//! Flying a solved extremal once more: the path for people, and the evidence.

use numerics::dual::Dual;
use numerics::ode::{DenseStep, Flow, Mode, Options, Termination, integrate, integrate_observed};
use sail::trajectory::{Jump, Sample, Sampling, Trajectory};

use super::extremal::{Augmented, Extremal, attitude};
use super::shooting::Unknowns;
use super::solve::Problem;
use crate::certificate::{Evidence, REFLY_TOLERANCE};
use crate::excess::{Allowance, End, Used};

/// A flown extremal. Canonical units (au).
#[derive(Clone, Debug)]
pub struct Flown {
    /// Flight time.
    pub time: f64,
    /// The path.
    pub trajectory: Trajectory,
    /// What the flight proves.
    pub evidence: Evidence,
    /// Eccentricity of the orbit the craft ends on.
    pub final_eccentricity: f64,
    /// Excess speeds used at the two ends.
    pub excess: Used,
}

/// The extremal with two quadratures: angle swept, and velocity change by the sail.
type Recorded = [f64; 8];

struct Recorder(Extremal);

fn augmented(y: &Recorded) -> [f64; 6] {
    [y[0], y[1], y[2], y[3], y[4], y[5]]
}

impl Flow<f64, 8> for Recorder {
    fn rates(&self, mode: Mode, y: &Recorded) -> Recorded {
        let [dr, du, dv, dl_r, dl_u, dl_v] = self.0.rates(mode, &augmented(y));
        [dr, du, dv, dl_r, dl_u, dl_v, y[2] / y[0], self.acceleration(y)]
    }

    fn events(&self) -> usize {
        1
    }

    /// The transverse primer: where it changes sign on the sunward side the normal turns over.
    fn event(&self, _: usize, y: &Recorded) -> f64 {
        y[5]
    }
}

impl Recorder {
    fn acceleration(&self, y: &Recorded) -> f64 {
        let (cos, _) = attitude(y[4], y[5]);
        self.0.lightness / (y[0] * y[0]) * cos * cos
    }

    /// Signed cone angle and its rate; the mode says which side the normal is on where the primer passes through
    /// the Sun line.
    fn cone(&self, mode: Mode, y: &Recorded) -> (f64, f64) {
        let rates = self.0.rates(mode, &augmented(y));
        let seeded = |i: usize| Dual::<1> { v: y[i], d: [rates[i]] };
        let (cos, sin) = attitude(seeded(4), seeded(5));
        let cone = numerics::scalar::Scalar::atan2(sin, cos);
        (if mode.is_set(0) { cone.v.abs() } else { -cone.v.abs() }, cone.d[0])
    }

    fn sample(&self, mode: Mode, time: f64, y: &Recorded) -> Sample {
        let (cone, rate) = self.cone(mode, y);
        Sample::coplanar(time, [y[0], y[1], y[2]], y[6], cone, self.acceleration(y), y[2] / y[0] + rate)
    }
}

/// Heliocentric angle that the flight will sweep, roughly: it only decides how densely the path is sampled.
///
/// A slow spiral with the best constant cone angle sweeps |ln ratio| / (2 x 0.385 beta); a short flight no more than
/// the faster circle does in that time.
fn sweep_estimate(problem: &Problem, time: f64) -> f64 {
    let spiral = problem.ratio().ln().abs() / (0.77 * problem.lightness) + std::f64::consts::TAU;
    spiral.min(time * problem.ratio().min(1.0).powf(-1.5))
}

/// Heliocentric angle swept by a solved flight, to a few digits; `None` when it cannot be flown.
pub fn swept_angle(problem: &Problem, unknowns: &Unknowns) -> Option<f64> {
    let l = unknowns.costate;
    let start = [1.0, 0.0, 1.0, l.x, l.y, l.z, 0.0, 0.0];
    let options = Options { tolerance: 1e-9, max_steps: 80_000 };
    let outcome =
        integrate(&Recorder(Extremal { lightness: problem.lightness }), &start, unknowns.time, &options);
    (outcome.termination == Termination::Reached).then_some(outcome.state[6])
}

/// Flies `unknowns` (in units of the start radius) to the end.
///
/// `None` when the integration itself fails; a flight that misses its target is returned with that evidence.
pub fn fly(problem: &Problem, unknowns: &Unknowns) -> Option<Flown> {
    let l = unknowns.costate;
    fly_from(problem, &[1.0, 0.0, 1.0, l.x, l.y, l.z], unknowns.time, &Allowance::NONE)
}

/// Flies from `start` (in units of the start radius) for `time`, and judges the excess at both ends by `allowance`.
pub(super) fn fly_from(
    problem: &Problem,
    start: &Augmented<f64>,
    time: f64,
    allowance: &Allowance,
) -> Option<Flown> {
    let recorder = Recorder(Extremal { lightness: problem.lightness });
    let [r, u, v, l_r, l_u, l_v] = *start;
    let speed = problem.start_radius.powf(-0.5);
    let end = |[_, u, v, l_r, l_u, l_v]: Augmented<f64>, circular: f64, sign: f64, allowance: f64| {
        let scale = sign / l_r.hypot(l_u).hypot(l_v);
        End { relative: [u * speed, (v - circular) * speed], primer: [l_u * scale, l_v * scale], allowance }
    };
    let leaving = end(*start, 1.0, -1.0, allowance.departure);
    let start = [r, u, v, l_r, l_u, l_v, 0.0, 0.0];
    let first = recorder.0.hamiltonian(&augmented(&start));
    let mut drift = 0.0f64;
    let mut jumps = Vec::new();
    let mut mode = Mode(u32::from(l_v > 0.0));
    let sampling = Sampling::for_sweep(sweep_estimate(problem, time));
    let mut samples = vec![recorder.sample(mode, 0.0, &start)];
    let options = Options { tolerance: REFLY_TOLERANCE, max_steps: 80_000 };
    let mut observe = |step: &DenseStep<f64, 8>| {
        let change = (recorder.0.hamiltonian(&augmented(&step.to)) / first - 1.0).abs();
        if change > drift || change.is_nan() {
            drift = change;
        }
        if step.mode != mode {
            mode = step.mode;
            if step.from[4] < 0.0 {
                jumps.push(Jump { time: step.start, angle: std::f64::consts::PI });
                let after = recorder.sample(mode, step.start, &step.from);
                samples.push(Sample { turn_rate: f64::NAN, ..after });
            }
        }
        for x in sampling.fractions(step.to[6] - step.from[6]) {
            samples.push(recorder.sample(mode, step.start + x * step.length, &step.at(x)));
        }
    };
    let outcome = integrate_observed(&recorder, &start, time, &options, &mut observe);
    if outcome.termination != Termination::Reached {
        return None;
    }
    let [r, u, v, .., swept, delta_v] = outcome.state;
    let ratio = problem.ratio();
    let length = problem.start_radius;
    let reached = augmented(&outcome.state);
    let arriving = end(reached, ratio.powf(-0.5), 1.0, allowance.arrival);
    let evidence = Evidence {
        position_error: (r - ratio).abs() * length,
        speed_error: arriving.beyond(),
        excess_misfit: leaving.misfit().max(arriving.misfit()),
        target_distance: problem.target_radius,
        target_speed: problem.target_radius.powf(-0.5),
        gap: (problem.target_radius - problem.start_radius).abs(),
        hamiltonian_drift: drift,
        hamiltonian_at_arrival: recorder.0.hamiltonian(&reached),
    };
    let (_, final_eccentricity) = sail::motion::polar::shape(r, u, v);
    let trajectory = Trajectory { samples, jumps, swept, delta_v }.stretched(length);
    let excess = Used { departure: leaving.speed(), arrival: arriving.speed() };
    Some(Flown { time: time * problem.time_scale(), trajectory, evidence, final_eccentricity, excess })
}

#[cfg(test)]
#[path = "flight_tests.rs"]
mod tests;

ABOUT THIS EXERCISE: Each entry is to be retyped precisely as it stands.

REPLY:
//! Flying a solved extremal once more: the path for people, and the evidence.

use numerics::dual::Dual;
use numerics::ode::{DenseStep, Flow, Mode, Options, Termination, integrate, integrate_observed};
use sail::trajectory::{Jump, Sample, Sampling, Trajectory};

use super::extremal::{Augmented, Extremal, attitude};
use super::shooting::Unknowns;
use super::solve::Problem;
use crate::certificate::{Evidence, REFLY_TOLERANCE};
use crate::excess::{Allowance, End, Used};

/// A flown extremal. Canonical units (au).
#[derive(Clone, Debug)]
pub struct Flown {
    /// Flight time.
    pub time: f64,
    /// The path.
    pub trajectory: Trajectory,
    /// What the flight proves.
    pub evidence: Evidence,
    /// Eccentricity of the orbit the craft ends on.
    pub final_eccentricity: f64,
    /// Excess speeds used at the two ends.
    pub excess: Used,
}

/// The extremal with two quadratures: angle swept, and velocity change by the sail.
type Recorded = [f64; 8];

struct Recorder(Extremal);

fn augmented(y: &Recorded) -> [f64; 6] {
    [y[0], y[1], y[2], y[3], y[4], y[5]]
}

impl Flow<f64, 8> for Recorder {
    fn rates(&self, mode: Mode, y: &Recorded) -> Recorded {
        let [dr, du, dv, dl_r, dl_u, dl_v] = self.0.rates(mode, &augmented(y));
        [dr, du, dv, dl_r, dl_u, dl_v, y[2] / y[0], self.acceleration(y)]
    }

    fn events(&self) -> usize {
        1
    }

    /// The transverse primer: where it changes sign on the sunward side the normal turns over.
    fn event(&self, _: usize, y: &Recorded) -> f64 {
        y[5]
    }
}

impl Recorder {
    fn acceleration(&self, y: &Recorded) -> f64 {
        let (cos, _) = attitude(y[4], y[5]);
        self.0.lightness / (y[0] * y[0]) * cos * cos
    }

    /// Signed cone angle and its rate; the mode says which side the normal is on where the primer passes through
    /// the Sun line.
    fn cone(&self, mode: Mode, y: &Recorded) -> (f64, f64) {
        let rates = self.0.rates(mode, &augmented(y));
        let seeded = |i: usize| Dual::<1> { v: y[i], d: [rates[i]] };
        let (cos, sin) = attitude(seeded(4), seeded(5));
        let cone = numerics::scalar::Scalar::atan2(sin, cos);
        (if mode.is_set(0) { cone.v.abs() } else { -cone.v.abs() }, cone.d[0])
    }

    fn sample(&self, mode: Mode, time: f64, y: &Recorded) -> Sample {
        let (cone, rate) = self.cone(mode, y);
        Sample::coplanar(time, [y[0], y[1], y[2]], y[6], cone, self.acceleration(y), y[2] / y[0] + rate)
    }
}

/// Heliocentric angle that the flight will sweep, roughly: it only decides how densely the path is sampled.
///
/// A slow spiral with the best constant cone angle sweeps |ln ratio| / (2 x 0.385 beta); a short flight no more than
/// the faster circle does in that time.
fn sweep_estimate(problem: &Problem, time: f64) -> f64 {
    let spiral = problem.ratio().ln().abs() / (0.77 * problem.lightness) + std::f64::consts::TAU;
    spiral.min(time * problem.ratio().min(1.0).powf(-1.5))
}

/// Heliocentric angle swept by a solved flight, to a few digits; `None` when it cannot be flown.
pub fn swept_angle(problem: &Problem, unknowns: &Unknowns) -> Option<f64> {
    let l = unknowns.costate;
    let start = [1.0, 0.0, 1.0, l.x, l.y, l.z, 0.0, 0.0];
    let options = Options { tolerance: 1e-9, max_steps: 80_000 };
    let outcome =
        integrate(&Recorder(Extremal { lightness: problem.lightness }), &start, unknowns.time, &options);
    (outcome.termination == Termination::Reached).then_some(outcome.state[6])
}

/// Flies `unknowns` (in units of the start radius) to the end.
///
/// `None` when the integration itself fails; a flight that misses its target is returned with that evidence.
pub fn fly(problem: &Problem, unknowns: &Unknowns) -> Option<Flown> {
    let l = unknowns.costate;
    fly_from(problem, &[1.0, 0.0, 1.0, l.x, l.y, l.z], unknowns.time, &Allowance::NONE)
}

/// Flies from `start` (in units of the start radius) for `time`, and judges the excess at both ends by `allowance`.
pub(super) fn fly_from(
    problem: &Problem,
    start: &Augmented<f64>,
    time: f64,
    allowance: &Allowance,
) -> Option<Flown> {
    let recorder = Recorder(Extremal { lightness: problem.lightness });
    let [r, u, v, l_r, l_u, l_v] = *start;
    let speed = problem.start_radius.powf(-0.5);
    let end = |[_, u, v, l_r, l_u, l_v]: Augmented<f64>, circular: f64, sign: f64, allowance: f64| {
        let scale = sign / l_r.hypot(l_u).hypot(l_v);
        End { relative: [u * speed, (v - circular) * speed], primer: [l_u * scale, l_v * scale], allowance }
    };
    let leaving = end(*start, 1.0, -1.0, allowance.departure);
    let start = [r, u, v, l_r, l_u, l_v, 0.0, 0.0];
    let first = recorder.0.hamiltonian(&augmented(&start));
    let mut drift = 0.0f64;
    let mut jumps = Vec::new();
    let mut mode = Mode(u32::from(l_v > 0.0));
    let sampling = Sampling::for_sweep(sweep_estimate(problem, time));
    let mut samples = vec![recorder.sample(mode, 0.0, &start)];
    let options = Options { tolerance: REFLY_TOLERANCE, max_steps: 80_000 };
    let mut observe = |step: &DenseStep<f64, 8>| {
        let change = (recorder.0.hamiltonian(&augmented(&step.to)) / first - 1.0).abs();
        if change > drift || change.is_nan() {
            drift = change;
        }
        if step.mode != mode {
            mode = step.mode;
            if step.from[4] < 0.0 {
                jumps.push(Jump { time: step.start, angle: std::f64::consts::PI });
                let after = recorder.sample(mode, step.start, &step.from);
                samples.push(Sample { turn_rate: f64::NAN, ..after });
            }
        }
        for x in sampling.fractions(step.to[6] - step.from[6]) {
            samples.push(recorder.sample(mode, step.start + x * step.length, &step.at(x)));
        }
    };
    let outcome = integrate_observed(&recorder, &start, time, &options, &mut observe);
    if outcome.termination != Termination::Reached {
        return None;
    }
    let [r, u, v, .., swept, delta_v] = outcome.state;
    let ratio = problem.ratio();
    let length = problem.start_radius;
    let reached = augmented(&outcome.state);
    let arriving = end(reached, ratio.powf(-0.5), 1.0, allowance.arrival);
    let evidence = Evidence {
        position_error: (r - ratio).abs() * length,
        speed_error: arriving.beyond(),
        excess_misfit: leaving.misfit().max(arriving.misfit()),
        target_distance: problem.target_radius,
        target_speed: problem.target_radius.powf(-0.5),
        gap: (problem.target_radius - problem.start_radius).abs(),
        hamiltonian_drift: drift,
        hamiltonian_at_arrival: recorder.0.hamiltonian(&reached),
    };
    let (_, final_eccentricity) = sail::motion::polar::shape(r, u, v);
    let trajectory = Trajectory { samples, jumps, swept, delta_v }.stretched(length);
    let excess = Used { departure: leaving.speed(), arrival: arriving.speed() };
    Some(Flown { time: time * problem.time_scale(), trajectory, evidence, final_eccentricity, excess })
}

#[cfg(test)]
#[path = "flight_tests.rs"]
mod tests;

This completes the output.